AI for multiplayer computer games
Unity ML-Agents environment
Unity ML-Agents is one of the major open-source frameworks for reinforcement learning research. The repository https://github.com/Unity-Technologies/ml-agents. It is characterized by ingenious engineering, including efficient parallelized training procedures, many example environments, and implementations of state-of-the-art algorithms including PPO, SAC (single agent setting), and COMA (multi-agent).
We base on the Fictitious Co-Play algorithm from DeepMind's DJ Strouse et al. Collaborating with Humans without Human Data (NeurIPS 2021) for multi-player & multi-team settings and evaluate it within the Dodgeball environment.
Originally FCP algorithm was tested in a very simple over-cooked environment, based on human-ai collaboration during a cooking task taking place on a simple 2D grid-world.

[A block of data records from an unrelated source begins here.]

/** A ZIP code or postal code the query is, or one an address carries (the last one found wins). */
function postalMatch(idx: Index, text: string): Place | null | undefined {
  const zip = US_ZIP_WHOLE.exec(text)
  if (zip) {
    const district = idx.postal.get(zip[1])
    return district ? districtPlace(district, zip[2] ? `${zip[1]}-${zip[2]}` : zip[1]) : null
  }
  const canadian = CA_POSTAL_WHOLE.exec(text)
  if (canadian) {
    const district = idx.postal.get(canadian[1].toUpperCase())
    return district ? districtPlace(district, canadianCode(canadian[1], canadian[2])) : null
  }

  const found: { at: number; code: string; postalCode: string }[] = []
  for (const m of text.matchAll(US_ZIP_IN_TEXT)) {
    // A five-digit number opening an address is its house number.
    if (m.index === 0) continue
    found.push({ at: m.index, code: m[1], postalCode: m[2] ? `${m[1]}-${m[2]}` : m[1] })
  }
  for (const m of text.matchAll(CA_POSTAL_IN_TEXT)) {
    found.push({ at: m.index, code: m[1].toUpperCase(), postalCode: canadianCode(m[1], m[2]) })
  }
  const fsa = CA_FSA_AT_END.exec(text)
  if (fsa) found.push({ at: fsa.index, code: fsa[1].toUpperCase(), postalCode: fsa[1].toUpperCase() })

  for (const { code, postalCode } of found.sort((a, b) => b.at - a.at)) {
    const district = idx.postal.get(code)
    if (district) return districtPlace(district, postalCode)
  }
  return undefined
}

function regionOf(idx: Index, words: string[]): Region | null {
  return words.length ? (idx.regions.get(words.join(' ')) ?? null) : null
}

function findTown(idx: Index, words: string[], region: Region | null): Town | null {
  if (!words.length) return null
  const list = idx.towns.get(townKey(words))
  if (!list) return null
  return region ? (list.find((t) => t.region === region.code) ?? null) : list[0]
}

/** "Portland OR", "Salt Lake City Utah", "Charlottetown Prince Edward Island", or a bare "Portland". */
function townInWords(idx: Index, words: string[]): Town | null {
  for (const n of [3, 2, 1]) {
    if (words.length <= n) continue
    const region = regionOf(idx, words.slice(-n))
    const town = region && findTown(idx, words.slice(0, -n), region)
    if (town) return town
  }
  return findTown(idx, words, null)
}

function townMatch(idx: Index, text: string): Town | null {
  // Postal codes that did not resolve are noise for the town part of an address.
  const withoutCodes = text.replace(US_ZIP_IN_TEXT, ' ').replace(CA_POSTAL_IN_TEXT, ' ').replace(CA_FSA_AT_END, ' ')
  const segments = withoutCodes
    .split(',')
    .map((s) => wordsOf(s))
    .filter((w) => w.length)
  while (segments.length > 1 && COUNTRY_NAMES.has(segments[segments.length - 1].join(' '))) segments.pop()
  if (!segments.length) return null
  if (segments.length >= 2) {
    const region = regionOf(idx, segments[segments.length - 1])
    const town = region && findTown(idx, segments[segments.length - 2], region)
    if (town) return town
  }
  return townInWords(idx, segments[segments.length - 1])
}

We generalize FCP to multi-player team-based 3D game.
First Person Perspective Computer-Game
For the purpose of performing Human-AI experiments, we built a hand-crafted FPP computer game mod of the Dodgeball environment, utilizing the Unity 3D game engine capabilities. The game is currently restricted to a single operating system, but we are currently developing an on-line game natively running through an internet browser.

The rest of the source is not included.